Wenn die beiden so unterschiedlich sind, kann man sich ja kaum vorstellen, dass das gut geht?
Zumal Otto Kadoke ein Antiheld ist, dem sowieso nichts gelingt, auch ein Neuanfang nicht. Wer andere Romane von Arnon Grünberg gelesen hat, kennt Otto Kadoke bereits. Ein Psychiater, der mit sich selbst schlecht zurechtkommt, schüchtern, zurückgezogen, zynisch, mit einem distanzierten Verhältnis zum eigenen Leben, ein reaktiver Mensch, der nur durch Lebenskrisen aktiv wird. Krisen hat er jetzt jedenfalls reichlich zu bewältigen, auch in Israel geht das so weiter, und dabei ist es wirklich erstaunlich, wie viele aktuell relevante Themen und gesellschaftliche Debatten Grünberg in diesem Roman unterbringt und durchaus auch kritisch beleuchtet. Es geht um Identitätspolitik, Palästinakonflikt, europäischen Antisemitismus, Altenpflege, Psychiatriekritik, Me-to- Debatte und um die Rolle von Literatur bei all dem. Die vielen Themen entwickeln sich schlüssig aus der Handlung, nichts wirkt konstruiert. Und ich liebe Grünberg für lakonisch treffende Sätze wie: „Empörung ist momentan groß in Mode“ oder „Es sind andere Zeiten heute. Mit neuen Besen. Die kehren unerbittlich“

Wie hat dir der neue Roman von Arnon Grünberg denn insgesamt gefallen?
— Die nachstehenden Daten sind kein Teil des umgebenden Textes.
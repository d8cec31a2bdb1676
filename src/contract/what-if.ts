import { CriterionLimit } from './criterion.ts';
import { listOf } from './list.ts';
import { WeightStatement } from './weights.ts';
import { z } from './zod.ts';

const MOST_CHANGES = 1_000;

/** What a what-if changes beside the study's ranking. */
export const WhatIfChanges = z
  .strictObject({
    /** Null: the study's weights. */
    weights: WeightStatement.nullable().default(null),
    /** By criterion id; null lifts a limit. */
    limits: z.record(z.uuid(), CriterionLimit.nullable()).default({}),
    /** Entered figures and ratings tried; null: as if there were none. */
    figures: z
      .array(z.strictObject({ siteId: z.uuid(), criterionId: z.uuid(), value: z.number().nullable() }))
      .max(MOST_CHANGES)
      .default([]),
    /** Sites left out. */
    leftOut: z.array(z.uuid()).max(MOST_CHANGES).default([]),
  })
  .meta({ id: 'WhatIfChanges' });
export type WhatIfChanges = z.infer<typeof WhatIfChanges>;

const name = z.string().trim().min(1, 'Give the what-if a name.').max(80, 'A name has up to 80 characters.');

export const WhatIf = z
  .object({
    id: z.uuid(),
    name: z.string(),
    /** Whether the study's members see it. */
    shared: z.boolean(),
    by: z.object({ userId: z.string(), name: z.string() }),
    mine: z.boolean(),
    changes: WhatIfChanges,
    version: z.int(),
    createdAt: z.iso.datetime(),
    updatedAt: z.iso.datetime(),
  })
  .meta({ id: 'WhatIf' });
export type WhatIf = z.infer<typeof WhatIf>;
export const WhatIfList = listOf(WhatIf);
export type WhatIfList = z.infer<typeof WhatIfList>;

export const WhatIfInput = z
  .strictObject({ name, changes: WhatIfChanges, shared: z.boolean().default(false) })
  .meta({ id: 'WhatIfInput' });
export type WhatIfInput = z.output<typeof WhatIfInput>;

export const WhatIfPatch = z
  .strictObject({
    name: name.optional(),
    changes: WhatIfChanges.optional(),
    shared: z.boolean().optional(),
    version: z.int().optional(),
  })
  .meta({ id: 'WhatIfPatch' });
export type WhatIfPatch = z.infer<typeof WhatIfPatch>;

/** A lead makes a what-if the study's own: weights, limits and figures are written, sites left out are removed. */
export const WhatIfAdoption = z
  .strictObject({
    reason: z.string().trim().min(1, 'Write the reason for adopting it.').max(2_000),
    version: z.int().optional(),
    /** The study's revision the choice was made on. */
    revision: z.int(),
  })
  .meta({ id: 'WhatIfAdoption' });
export type WhatIfAdoption = z.infer<typeof WhatIfAdoption>;

/** What an adoption did. */
export const WhatIfAdopted = z
  .object({
    weights: z.boolean().meta({ description: 'Whether the study’s weights were written' }),
    limits: z.array(z.uuid()).meta({ description: 'Criteria whose limit changed' }),
    figures: z.array(z.object({ siteId: z.uuid(), criterionId: z.uuid() })),
    /** Low and high figures that no longer held beside the adopted figure. */
    dropped: z.array(
      z.object({ siteId: z.uuid(), criterionId: z.uuid(), parts: z.array(z.enum(['low', 'high'])) }),
    ),
    removed: z.array(z.uuid()).meta({ description: 'Sites removed; they can be restored' }),
    ignored: z.int().meta({ description: 'Entries whose site or criterion has gone' }),
    revision: z.int(),
    savedAt: z.iso.datetime(),
  })
  .meta({ id: 'WhatIfAdopted' });
export type WhatIfAdopted = z.infer<typeof WhatIfAdopted>;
Es ist ein typischer Grünberg, voll übler Überraschungen, witziger Dialoge, grotesker Handlungsverläufe. Ein Buch, das einen nicht kalt lässt. Man weiß nur oft nicht, ob man lachen oder weinen soll. Wenn beispielsweise eine SSMütze den Nachkommen von Holocaustopfern als Antörner beim Sex dient und es dann im Bettgeflüster heißt, „Halte die vergasten Juden aus deinem Sexualleben heraus“. Solche Tabubrüche mag Arnon Grünberg. Stellenweise übertreibt er es allerdings mit seinen Provokationen. Wenn etwa die Windelekzeme des alten Vaters im Großformat beleuchtet werden oder Kadokes künftige Schwiegermutter dem Paar zunächst beim Sex zusieht, um die Potenz ihres Schwiegersohnes zu überprüfen und dann selbst aktiv ins Geschehen eingreift, da wird es für meinen Geschmack zu eklig und klamaukig. Zumal sich die Szene gleich über mehrere Seiten zieht. Aber insgesamt ist es ein höchst originelles und sehr aktuelles Buch, verfasst von einem aufmerksamen und geistreichen Beobachter unserer Zeit. Also Daumen hoch!